Internal Server Error: /formtest/
Traceback (most recent call last):
File "/usr/local/lib/python3.2/site-packages/django/core/handlers/base.py", line 110, in get_response
response = middleware_method(request, callback, callback_args, callback_kwargs)
File "/usr/local/lib/python3.2/site-packages/django/middleware/csrf.py", line 174, in process_view
request_csrf_token = request.POST.get('csrfmiddlewaretoken', '')
File "/usr/local/lib/python3.2/site-packages/django/core/handlers/wsgi.py", line 179, in _get_post
self._load_post_and_files()
File "/usr/local/lib/python3.2/site-packages/django/http/__init__.py", line 340, in _load_post_and_files
self._post, self._files = QueryDict(self.body, encoding=self._encoding), MultiValueDict()
File "/usr/local/lib/python3.2/site-packages/django/http/__init__.py", line 392, in __init__
encoding=encoding):
File "/usr/local/lib/python3.2/urllib/parse.py", line 608, in parse_qsl
value = _coerce_result(value)
File "/usr/local/lib/python3.2/urllib/parse.py", line 88, in _encode_result
return obj.encode(encoding, errors)
UnicodeEncodeError: 'ascii' codec can't encode characters in position 0-2: ordinal not in range(128)

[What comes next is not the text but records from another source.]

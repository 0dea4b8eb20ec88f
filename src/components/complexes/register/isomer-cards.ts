import type { Isomer, IsomerList } from '#src/chem/geometry/index.ts';
import type { IsomerPick } from './settle.ts';

/** A choice among the isomers, as a card: one form, one hand of a pair, or the pair. */
export interface IsomerCard {
  /** Unique among the cards of a list. */
  value: string;
  pick: NonNullable<IsomerPick>;
  isomer: Isomer;
  title: string;
  remark: string;
}

export const pickValue = (pick: IsomerPick): string => (pick ? `${pick.index}${pick.rac ? ' rac' : ''}` : 'none');

/**
 * The cards of a list, in its order: achiral forms, and of each pair of mirror images the pair first, then the hands
 * where they have a name. Hands without one cannot be told apart in a record, so only the pair is offered.
 */
export function isomerCards({ isomers }: IsomerList): IsomerCard[] {
  const cards: IsomerCard[] = [];
  const card = (index: number, rac: boolean, hand: string, remark: string) => {
    const isomer = isomers[index]!;
    const title = [isomer.descriptor, hand].filter(Boolean).join(', ') || 'the one form';
    cards.push({ value: pickValue({ index, rac }), pick: { index, rac }, isomer, title, remark });
  };
  for (let index = 0; index < isomers.length; index++) {
    const one = isomers[index]!;
    if (!one.chiral) {
      card(index, false, '', 'no mirror pair');
      continue;
    }
    const other = isomers[index + 1];
    card(index, true, 'rac', 'racemate, or hand not known');
    if (one.chirality && other?.chirality) {
      card(index, false, one.chirality, `mirror image of ${other.chirality}`);
      card(index + 1, false, other.chirality, `mirror image of ${one.chirality}`);
    }
    index += 1;
  }
  return cards;
}

/** "3 possible, one pair of mirror images". */
export function countSentence({ count, enantiomericPairs }: IsomerList): string {
  const possible = count === 1 ? '1 possible' : `${count} possible`;
  if (enantiomericPairs === 0) return possible;
  return `${possible}, ${enantiomericPairs === 1 ? 'one pair' : `${enantiomericPairs} pairs`} of mirror images`;
}
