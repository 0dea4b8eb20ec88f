import { routes } from '#src/contracts/routes.ts';
import { asSteward } from '#src/server/access/people.ts';
import { Answer, endpoint } from '#src/server/endpoint.ts';
import { linkHeader } from '#src/server/paging.ts';
import { listAccounts } from '#src/server/people/accounts.ts';

export const GET = endpoint(routes.listPeople, {
  sight: ({ asker }) => asSteward(asker),
  act: async ({ access, query, context }) => {
    const page = await listAccounts(access, query);
    return new Answer(page, { headers: linkHeader(context.url, page) });
  },
});
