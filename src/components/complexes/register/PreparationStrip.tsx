import { TextInput } from '#src/components/ui/controls.tsx';
import { Segmented } from '#src/components/ui/Segmented.tsx';
import type { RegisterDraft } from './draft.ts';

interface PreparationStripProps {
  /** What of the typed text is not of the complex: "the counter-ion and water of crystallisation". */
  beside: string;
  draft: RegisterDraft;
  onChange: (part: Partial<RegisterDraft>) => void;
}

/** Asked once, when more than the entity was typed: whether the material is put on record along with it. */
export function PreparationStrip({ beside, draft, onChange }: PreparationStripProps) {
  const verb = beside.includes(' and ') || beside.endsWith('s') ? 'are' : 'is';
  const subject = beside.charAt(0).toUpperCase() + beside.slice(1);
  return (
    <section
      aria-label="Preparation"
      className="flex flex-wrap items-center gap-x-4 gap-y-2.5 border border-alert-line bg-alert-wash px-4 py-3"
    >
      <p className="min-w-60 flex-1">
        <b className="font-semibold text-alert">Asked once:</b> {subject} {verb} kept with the preparation, not with the
        complex. Make a preparation now?
      </p>
      <Segmented
        label="Make a preparation now?"
        look="cards"
        options={[
          { value: 'now', label: 'Yes, label it' },
          { value: 'later', label: 'Later' },
        ]}
        value={draft.preparation === 'ask' ? null : draft.preparation}
        onChange={(preparation) => onChange({ preparation })}
      />
      {draft.preparation === 'now' && (
        <TextInput
          label="Label of the preparation"
          hint="As on the vial, such as QN-114"
          className="w-full"
          maxLength={100}
          value={draft.label}
          onChange={(event) => onChange({ label: event.currentTarget.value })}
        />
      )}
    </section>
  );
}
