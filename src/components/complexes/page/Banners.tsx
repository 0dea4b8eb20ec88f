import { Notice } from '#src/components/ui/StatusLine.tsx';
import type { ComplexRecord } from '#src/contracts/complexes.ts';

/** What a reader must know of the record before anything else. */
export function Banners({ complex }: { complex: ComplexRecord }) {
  const { mergedInto, state, withdrawnReason } = complex;
  return (
    <>
      {mergedInto && (
        <Notice title="Merged:" tone="plain">
          this record lives on as{' '}
          <a href={`/complexes/${mergedInto}`} className="link num">
            {mergedInto}
          </a>
          , where its spectra and preparations are.
        </Notice>
      )}
      {state === 'withdrawn' && <Notice title="Withdrawn:">{withdrawnReason ?? 'no reason is on record'}</Notice>}
      {state === 'draft' && (
        <Notice title="Draft:" tone="plain">
          seen by whoever made it, by leads of {complex.lab.name} and by the steward only.
        </Notice>
      )}
    </>
  );
}
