import type { ReactNode } from 'react';
import type { CentreReading, Reading } from '#src/chem/formula/index.ts';
import { DCount, Formula, OxidationState, Quantity } from '#src/components/notation/index.tsx';
import { isSalt, ligandText } from './reading.ts';

/** What the program reads in the formula, in one row. */
export function ReadingStrip({ reading }: { reading: Reading }) {
  const { entities, centres, ligands, coordinationNumber, molarMass } = reading;
  return (
    <dl className="panel flex flex-wrap gap-x-7 gap-y-3 border border-hairline bg-glaze px-[18px] py-3.5">
      <Fact name={entities.length > 1 ? 'Entities' : 'Entity'}>
        <InARow items={entities.map(({ entity }) => entity)}>
          {(entity) => <Formula formula={entity} className="text-base" />}
        </InARow>
      </Fact>
      <Fact name={centres.length > 1 ? 'Metals' : 'Metal'}>
        <InARow items={centres}>{(centre) => <Metal centre={centre} />}</InARow>
      </Fact>
      <Fact name="d-count">
        <InARow items={centres}>
          {({ dCount }) => (dCount === null ? '–' : <DCount count={dCount} className="text-base" />)}
        </InARow>
      </Fact>
      <Fact name="Coordination">{coordinationNumber ?? '–'}</Fact>
      <Fact name="Ligands">
        {ligands.length === 0 ? (
          'none'
        ) : (
          <InARow items={ligands}>
            {(ligand) => (
              <span title={ligand.name}>
                {ligand.count > 1 && `${ligand.count} `}
                <Formula formula={ligandText(ligand)} className="text-base" />
              </span>
            )}
          </InARow>
        )}
      </Fact>
      <Fact name={isSalt(reading) ? 'Salt, molar mass' : 'Molar mass'}>
        <Quantity value={molarMass} unit="g mol-1" figures={5} />
      </Fact>
    </dl>
  );
}

/** An oxidation state that is a convention says so. */
function Metal({ centre: { element, oxidationState, nominal } }: { centre: CentreReading }) {
  return (
    <>
      <OxidationState element={element} state={oxidationState} />
      {nominal && <span className="text-xs text-ink-soft"> nominal</span>}
    </>
  );
}

function Fact({ name, children }: { name: string; children: ReactNode }) {
  return (
    <div className="min-w-0">
      <dt className="text-xs text-ink-soft">{name}</dt>
      <dd className="min-h-6 text-base">{children}</dd>
    </div>
  );
}

function InARow<T>({ items, children }: { items: readonly T[]; children: (item: T) => ReactNode }) {
  return items.map((item, i) => (
    <span key={i}>
      {i > 0 && ', '}
      {children(item)}
    </span>
  ));
}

Traceback (most recent call last):
File "/usr/local/lib/python3.2/site-packages/django/core/handlers/base.py", line 110, in get_response
response = middleware_method(request, callback, callback_args, callback_kwargs)
File "/usr/local/lib/python3.2/site-packages/django/middleware/csrf.py", line 174, in process_view
request_csrf_token = request.POST.get('csrfmiddlewaretoken', '')
File "/usr/local/lib/python3.2/site-packages/django/core/handlers/wsgi.py", line 179, in _get_post
self._load_post_and_files()
File "/usr/local/lib/python3.2/site-packages/django/http/__init__.py", line 340, in _load_post_and_files
self._post, self._files = QueryDict(self.body, encoding=self._encoding), MultiValueDict()
File "/usr/local/lib/python3.2/site-packages/django/http/__init__.py", line 392, in __init__
encoding=encoding):
File "/usr/local/lib/python3.2/urllib/parse.py", line 608, in parse_qsl
value = _coerce_result(value)
File "/usr/local/lib/python3.2/urllib/parse.py", line 88, in _encode_result
return obj.encode(encoding, errors)
UnicodeEncodeError: 'ascii' codec can't encode characters in position 0-2: ordinal not in range(128)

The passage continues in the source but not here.